[[ Exercise inputs, beginning ]]

package org.viscarta.cli;

import static org.junit.jupiter.api.Assertions.assertEquals;
import static org.junit.jupiter.api.Assertions.assertTrue;

import java.io.IOException;
import java.nio.file.Files;
import java.nio.file.Path;
import java.util.List;
import java.util.stream.Stream;
import org.junit.jupiter.api.Tag;
import org.junit.jupiter.api.Test;
import org.junit.jupiter.api.io.TempDir;
import org.viscarta.table.Cells;

/** Regression: inputs that once crashed a verb or leaked into a spreadsheet as formulas. */
@Tag("regression")
class HardeningTest {

    @TempDir
    Path dir;

    @Test
    void aSampleWithoutPositiveLossIsReportedNotACrash() throws IOException {
        Path f = dir.resolve("elastic.csv");
        Files.writeString(f, "# sample: ideal-spring\nfrequency [Hz],storage_modulus [Pa],loss_modulus [Pa]\n0.1,1000,0\n1,1000,0\n10,1000,-1\n");
        CliRun r = CliRun.of("fit", f.toString(), "-o", dir.resolve("fits.csv").toString());
        assertEquals(0, r.exitCode(), r.err());
        assertTrue(r.out().contains("nothing to fit"), r.out());
        assertTrue(r.out().contains("no model converged"), r.out());
    }

    @Test
    void csvCellsThatASpreadsheetWouldEvaluateAreMadeInert() throws IOException {
        // OWASP "CSV Injection": cells beginning with = + - @ tab or CR are prefixed with an apostrophe
        for (String payload : List.of("=HYPERLINK(\"http://x\",\"click\")", "@SUM(1)", "+cmd|' /C calc'!A0", "-2+3", "\tx", "\rx")) {
            assertEquals("'" + payload, Cells.inert(payload), payload);
        }
        for (String number : List.of("-2.5", "+1e-3", "-0", "12", "-Infinity")) {
            assertEquals(number, Cells.inert(number), "numbers stay numbers: " + number);
        }
        Path f = dir.resolve("evil.csv");
        Files.writeString(f, "sample,replicate,frequency [Hz],storage_modulus [Pa],loss_modulus [Pa]\n"
                + "\"=HYPERLINK(\"\"http://x\"\",\"\"click\"\")\",1,1,1000,100\n\"=HYPERLINK(\"\"http://x\"\",\"\"click\"\")\",2,1,1000,110\n"
                + "-2+3,1,1,1000,200\n-2+3,2,1,1000,190\n");
        Path out = dir.resolve("rank.csv");
        CliRun r = CliRun.of("rank", f.toString(), "-o", out.toString());
        assertEquals(0, r.exitCode(), r.err());
        String csv = Files.readString(out);
        assertTrue(csv.contains("'-2+3"), csv);
        assertTrue(csv.contains("\"'=HYPERLINK("), csv);
        assertTrue(!csv.contains(",=HYPERLINK") && !csv.contains(",-2+3"), csv);
    }

    /** A 40,000-character sample name once hung the report in the wrapping of a chart title (the timeout guards against a hang). */
    @Test
    void aVeryLongSampleNameIsShortenedInFiguresAndKeptInTables() throws IOException {
        String name = "x".repeat(40_000);
        Path f = dir.resolve("long.csv");
        Files.writeString(f, "# sample: " + name + "\n# modulus: tensile\nfrequency [Hz],storage_modulus [Pa],loss_modulus [Pa]\n"
                + "0.1,1000,100\n1,1200,150\n10,1500,300\n");
        Path out = dir.resolve("report");
        CliRun r = org.junit.jupiter.api.Assertions.assertTimeoutPreemptively(java.time.Duration.ofSeconds(120),
                () -> CliRun.of("report", f.toString(), "--models", "zener", "--out", out.toString(), "--quiet"));
        assertEquals(0, r.exitCode(), r.err());
        try (Stream<Path> s = Files.list(out.resolve("figures"))) {
            assertTrue(s.allMatch(p -> p.getFileName().toString().length() < 120), "short figure file names");
        }
        String page = Files.readString(out.resolve("report.html"));
        assertTrue(page.contains(name), "the page's tables keep the whole name");
        // 40,000 equal letters compress far beyond POI's guard against zip bombs when read back
        double guard = org.apache.poi.openxml4j.util.ZipSecureFile.getMinInflateRatio();
        org.apache.poi.openxml4j.util.ZipSecureFile.setMinInflateRatio(0.0005);
        try (java.io.InputStream in = Files.newInputStream(out.resolve("report.xlsx"));
             org.apache.poi.ss.usermodel.Workbook wb = org.apache.poi.ss.usermodel.WorkbookFactory.create(in)) {
            String cell = wb.getSheet("Summary").getRow(1).getCell(0).getStringCellValue();
            assertTrue(cell.length() <= 32_767 && cell.startsWith("xxxx") && cell.endsWith("more than a cell holds)"), cell.length() + "");
        } finally {
            org.apache.poi.openxml4j.util.ZipSecureFile.setMinInflateRatio(guard);
        }
    }

    /** A raw file's '# calibration:' line once reached any file on the machine and echoed its first line. */
    @Test
    void aRawFilesCalibrationIsLookedForOnlyBesideIt() throws IOException {
        Path inside = Files.createDirectories(dir.resolve("raw"));
        Files.writeString(dir.resolve("secret.csv"), "TOP SECRET first line\n");
        String raw = Files.readString(Path.of("demo-data", "raw-signals", "alkyd-unaged-raw.csv"));
        for (String where : List.of("../secret.csv", dir.resolve("secret.csv").toAbsolutePath().toString(), "..")) {
            Path f = inside.resolve("alkyd.csv");
            Files.writeString(f, raw.replace("# calibration: calibration-sapphire.csv", "# calibration: " + where));
            CliRun r = CliRun.of("fit", f.toString(), "--models", "springpot");
            assertEquals(2, r.exitCode(), where + ": " + r.err());
            assertTrue(r.err().contains("by its name alone"), r.err());
            assertTrue(!r.err().contains("TOP SECRET"), r.err());
        }
    }

    /** A report set is staged beside its folder and moved in whole; what a stopped run left behind is cleaned. */
    @Test
    void aReportIsMovedInWholeAndLeavesNothingBehind() throws IOException {
        Path in = Path.of("demo-data", "paint-light-ageing.csv");
        Path file = dir.resolve("not-a-folder");
        Files.writeString(file, "mine");
        CliRun onFile = CliRun.of("report", in.toString(), "--models", "springpot", "--out", file.toString(), "--force", "--quiet");
        assertEquals(2, onFile.exitCode(), onFile.err());
        assertTrue(onFile.err().contains(file.toAbsolutePath().toString()) && onFile.err().contains("not a folder"), onFile.err());
        assertEquals("mine", Files.readString(file), "the user's file is untouched");

        Path out = dir.resolve("set");
        Path stale = Files.createDirectory(dir.resolve(".set.staging-123"));
        Files.writeString(stale.resolve("report.xlsx"), "half");
        Files.setLastModifiedTime(stale, java.nio.file.attribute.FileTime.from(java.time.Instant.now().minusSeconds(7200)));
        for (int run = 0; run < 2; run++) {
            CliRun r = CliRun.of("report", in.toString(), "--models", "springpot", "--out", out.toString(), "--force", "--quiet");
            assertEquals(0, r.exitCode(), r.err());
        }
        try (Stream<Path> s = Files.list(dir)) {
            assertEquals(List.of("not-a-folder", "set"), s.map(p -> p.getFileName().toString()).sorted().toList(),
                    "no staging, set-aside or temporary files beside the report");
        }
        try (Stream<Path> s = Files.list(out)) {
            assertEquals(List.of("figures", "report.html", "report.xlsx"), s.map(p -> p.getFileName().toString()).sorted().toList());
        }
    }

    /** Warnings are capped per file with a count of the rest (a bad workbook once printed 599,004 lines). */
    @Test
    void warningsOfOneFileAreCappedWithACountOfTheRest() throws IOException {
        StringBuilder sb = new StringBuilder("# modulus: tensile\nfrequency [Hz],storage_modulus [Pa],loss_modulus [Pa]\n");
        for (int i = 1; i <= 200; i++) {
            sb.append(i * 0.01).append(",1000,-1\n");
        }
        Path f = dir.resolve("no-loss.csv");
        Files.writeString(f, sb.toString());
        CliRun r = CliRun.of("rank", f.toString());
        long lines = r.err().lines().filter(l -> l.startsWith("warning:")).count();
        assertTrue(lines <= 51, lines + " warning lines");
        assertTrue(r.err().contains("150 more warnings like the above"), r.err());
    }

    /** Running out of memory ends with one line that says what to do, exit 1. */
    @Test
    void outOfMemorySaysWhatToDo() {
        java.io.StringWriter err = new java.io.StringWriter();
        int code = Viscarta.guardMemory(() -> {
            throw new OutOfMemoryError("Java heap space");
        }, new java.io.PrintWriter(err, true));
        assertEquals(1, code);
        assertEquals(1, err.toString().strip().lines().count(), err.toString());
        assertTrue(err.toString().contains("-Xmx") && err.toString().contains("smaller parts"), err.toString());
    }

    /** Outputs get the permissions any new file of the user gets (their umask), not a temporary file's owner-only ones. */
    @Test
    void outputsAreCreatedWithTheUsersUsualPermissions() throws IOException {
        org.junit.jupiter.api.Assumptions.assumeTrue(java.nio.file.FileSystems.getDefault().supportedFileAttributeViews().contains("posix"));
        Path reference = Files.createFile(dir.resolve("plain-new-file"));
        Path out = dir.resolve("rank.csv");
        CliRun r = CliRun.of("rank", "demo-data/paint-light-ageing.csv", "-o", out.toString());
        assertEquals(0, r.exitCode(), r.err());
        assertEquals(Files.getPosixFilePermissions(reference), Files.getPosixFilePermissions(out));
        Path report = dir.resolve("report");
        CliRun rep = CliRun.of("report", "demo-data/paint-light-ageing.csv", "--models", "springpot", "--out", report.toString(), "--quiet");
        assertEquals(0, rep.exitCode(), rep.err());
        assertEquals(Files.getPosixFilePermissions(reference), Files.getPosixFilePermissions(report.resolve("report.xlsx")));
    }

    /** {@code --target} means the same in report as in match: a sample's name, or a file that holds the target. */
    @Test
    void reportTakesATargetFileAsMatchDoes() throws IOException {
        Path out = dir.resolve("mimic");
        CliRun r = CliRun.of("report", "demo-data/hydrogel-screen/gelatin-5pct-r1.csv", "demo-data/hydrogel-screen/agarose-1.0pct-r1.csv",
                "--target", "demo-data/hydrogel-screen/target-soft-tissue-r1.csv", "--models", "springpot,zener", "--out", out.toString(),
                "--quiet");
        assertEquals(0, r.exitCode(), r.err());
        assertTrue(Files.readString(out.resolve("report.html")).contains("Best mimic of target-soft-tissue"));
    }

    /** Raw geometry out of range, an implausible temperature and a file name with a line break: each one line, exit 2. */
    @Test
    void badRawValuesAndOddFileNamesGiveOneLineInputErrors() throws IOException {
        Path demo = Path.of("demo-data", "raw-signals");
        Files.copy(demo.resolve("calibration-sapphire.csv"), dir.resolve("calibration-sapphire.csv"));
        String raw = Files.readString(demo.resolve("alkyd-unaged-raw.csv"));
        Path neg = dir.resolve("neg.csv");
        Files.writeString(neg, raw.replace("tip_radius: 50 µm", "tip_radius: -50 µm"));
        Path hot = dir.resolve("hot.csv");
        Files.writeString(hot, raw.replace("# temperature: 23 °C", "# temperature: 1e999 °C"));
        Path odd = dir.resolve("odd\nname.csv");
        Files.writeString(odd, "frequency [Hz],storage_modulus [Pa],loss_modulus [Pa]\n1,abc,10\n");
        for (Object[] c : new Object[][] {{neg, "tip_radius"}, {hot, "plausible temperature"}, {odd, "'abc'"}}) {
            CliRun r = CliRun.of("fit", c[0].toString(), "--models", "springpot");
            assertEquals(2, r.exitCode(), r.err());
            assertEquals(1, r.err().strip().lines().count(), "one line: " + r.err());
            assertTrue(r.err().contains((String) c[1]), r.err());
        }
    }
}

[[ Exercise inputs, end ]]

**Directions for this task:** Say, as a bare number, how many lines in the entries above include the string "html".

**Expected answer:** 3